Only one stretch of the listing below is wanted. Begin at the line that has "from collections.abc import", stop after the line that has "def project_version() ->", and repeat every line in between exactly.

--- Provided entries Enclosed Below ---

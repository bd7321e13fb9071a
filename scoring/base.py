"""What every scorer shares: the reproducibility signature, the scorer protocol, result columns.

A signature lists, in a fixed order, every setting and version that a score depends on. It
prints as one line (easy to paste into a paper or a bug report) and serialises to JSON with the
same facts as separate keys.
"""

from __future__ import annotations

import functools
import importlib.metadata
from collections.abc import Callable, Sequence
from dataclasses import dataclass, fields
from typing import ClassVar, Protocol, runtime_checkable


@functools.cache
def package_version(name: str) -> str:
    """Installed version of a distribution, or "none" when it is not installed."""
    try:
        return importlib.metadata.version(name)
    except importlib.metadata.PackageNotFoundError:
        return "none"


def project_version() -> str:
    return package_version("boildown")


@dataclass(frozen=True)
class Signature:
    """Every setting and version behind one score.

    One line of text, e.g. ``coverage(model=smollm2-135m@b179c952, dtype=float32, keywords=40)
    on boildown 0.1.0, torch 2.13.0``: the scorer's name, its settings in brackets in the
    scorer's own order, then the versions of boildown and of the libraries the score depends
    on. JSON carries the same facts as separate keys: ``{"name", "settings", "versions", "text"}``.
    """

    name: str
    settings: tuple[tuple[str, str], ...]
    versions: tuple[tuple[str, str], ...] = ()

    @classmethod
    def build(cls, name: str, settings: dict, libraries: tuple[str, ...] = ()) -> "Signature":
        """Settings in the caller's order; boildown's version, then each library's."""
        versions = (("boildown", project_version()),) + tuple((lib, package_version(lib)) for lib in libraries)
        return cls(name, tuple((key, _fmt(value)) for key, value in settings.items()), versions)

    def __str__(self) -> str:
        inside = ", ".join(f"{key}={_quote(value)}" for key, value in self.settings)
        line = f"{self.name}({inside})"
        if self.versions:
            line += " on " + ", ".join(f"{lib} {version}" for lib, version in self.versions)
        return line

    def to_dict(self) -> dict:
        return {"name": self.name, "settings": dict(self.settings), "versions": dict(self.versions), "text": str(self)}


def _quote(value: str) -> str:
    """A value as the one-line form prints it: quoted when it holds a separator or a bracket."""
    return f'"{value}"' if not value or any(ch in value for ch in ',()= "') else value


def _fmt(value) -> str:
    if isinstance(value, bool):
        return "yes" if value else "no"
    if isinstance(value, float):
        return f"{value:g}"
    return str(value)


# --------------------------------------------------------------------------- the scorer shape

NEEDS = ("source", "pool", "references")
"""What a scorer reads beside each summary: its source, the other candidates of the same source
(the pool), or human reference summaries (it runs only when some are given)."""

KINDS = ("pct", "num2", "num3", "num4", "signed2", "int", "words")  # signed2: a z-score sum (+0.53)
"""How a column's value is printed: a percentage, a number to 2/3/4 places, a whole number, a list of words."""


@dataclass(frozen=True)
class Column:
    """One column a scorer adds to the result rows (the CSV, the terminal table, the page).

    ``get`` takes the scorer's result and returns the value; ``header`` is the terminal table's
    heading and ``title`` the page's (empty: the column is in the CSV only)."""

    key: str
    get: Callable[[object], object]
    kind: str = "num4"
    header: str = ""
    title: str = ""

    def __post_init__(self):
        if self.kind not in KINDS:
            raise ValueError(f"column {self.key!r}: kind must be one of {KINDS}, got {self.kind!r}")


@runtime_checkable
class Scorer(Protocol):
    """What every scorer offers (see ``scoring.registry`` for the list of them).

    Class attributes: ``name`` (the registry key and the JSON key of its results), ``label``
    (a heading), ``description`` (one sentence saying what the number means: the help, the
    tables' legends and the page print it), ``needs`` (one of ``NEEDS``), ``Config`` (its frozen
    config dataclass, validated when built) and ``columns`` (what it adds to the result rows).
    Results are frozen dataclasses with ``value``, their evidence, ``signature`` and ``to_dict()``.
    """

    name: ClassVar[str]
    label: ClassVar[str]
    description: ClassVar[str]
    needs: ClassVar[str]
    Config: ClassVar[type]
    columns: ClassVar[tuple[Column, ...]]
    config: object

    def signature(self) -> Signature: ...

    def score_many(self, summaries: Sequence[str], *, source: str | None = None,
                   references: Sequence[str] | None = None) -> list: ...


def result_dict(result, **derived) -> dict:
    """A result dataclass as JSON-ready data: its fields in order (``derived`` replaces or adds
    entries), then its signature's dict last."""
    out = {f.name: getattr(result, f.name) for f in fields(result) if f.name != "signature"}
    out.update(derived)
    out["signature"] = result.signature.to_dict()
    return out


class Result:
    """The common part of every result dataclass: ``unit`` (its value in [0, 1], what a combined
    score weighs; ``value`` unless a result says otherwise) and ``to_dict``."""

    @property
    def unit(self) -> float:
        return self.value

    def to_dict(self) -> dict:
        return result_dict(self)


class BaseScorer:
    """The common part of every scorer: its registry facts, declared on the class line, and its
    config (the default one unless given). The class docstring is the ``description`` users read
    (what the number means: the help, the tables' legends and the page print it)::

        class MyScorer(BaseScorer, name="mine", label="Mine", needs="source", config=MyConfig):
            '''What the number means, in one or two plain sentences.'''

            columns = (Column("mine", lambda r: r.value, "num3", "mine", "Mine"),)
    """

    name: ClassVar[str]
    label: ClassVar[str]
    needs: ClassVar[str]
    Config: ClassVar[type]
    description: ClassVar[str] = ""
    columns: ClassVar[tuple[Column, ...]] = ()

    def __init_subclass__(cls, *, name: str, label: str, needs: str, config: type, **kwargs):
        super().__init_subclass__(**kwargs)
        if needs not in NEEDS:
            raise ValueError(f"scorer {name!r}: needs must be one of {NEEDS}, got {needs!r}")
        if not getattr(config, "__dataclass_params__", None) or not config.__dataclass_params__.frozen:
            raise ValueError(f"scorer {name!r}: its config must be a frozen dataclass")
        cls.name, cls.label, cls.needs, cls.Config = name, label, needs, config
        cls.description = " ".join((cls.__doc__ or "").split())
        if not cls.description:
            raise ValueError(f"scorer {name!r}: its docstring says what its number means (help and reports print it)")

    def __init__(self, config=None):
        self.config = config if config is not None else self.Config()


def check_choice(field: str, value, choices) -> None:
    """A config value must be one of ``choices`` (a clear ValueError otherwise)."""
    if value not in choices:
        raise ValueError(f"{field} must be one of {', '.join(map(str, choices))}, got {value!r}")


def check_positive(config, *names: str) -> None:
    """Whole-number settings that must be at least 1."""
    for name in names:
        if getattr(config, name) < 1:
            raise ValueError(f"{name} must be at least 1, got {getattr(config, name)}")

--- End of Enclosed Provided entries ---

Exercise response>
from collections.abc import Callable, Sequence
from dataclasses import dataclass, fields
from typing import ClassVar, Protocol, runtime_checkable


@functools.cache
def package_version(name: str) -> str:
    """Installed version of a distribution, or "none" when it is not installed."""
    try:
        return importlib.metadata.version(name)
    except importlib.metadata.PackageNotFoundError:
        return "none"


def project_version() -> str:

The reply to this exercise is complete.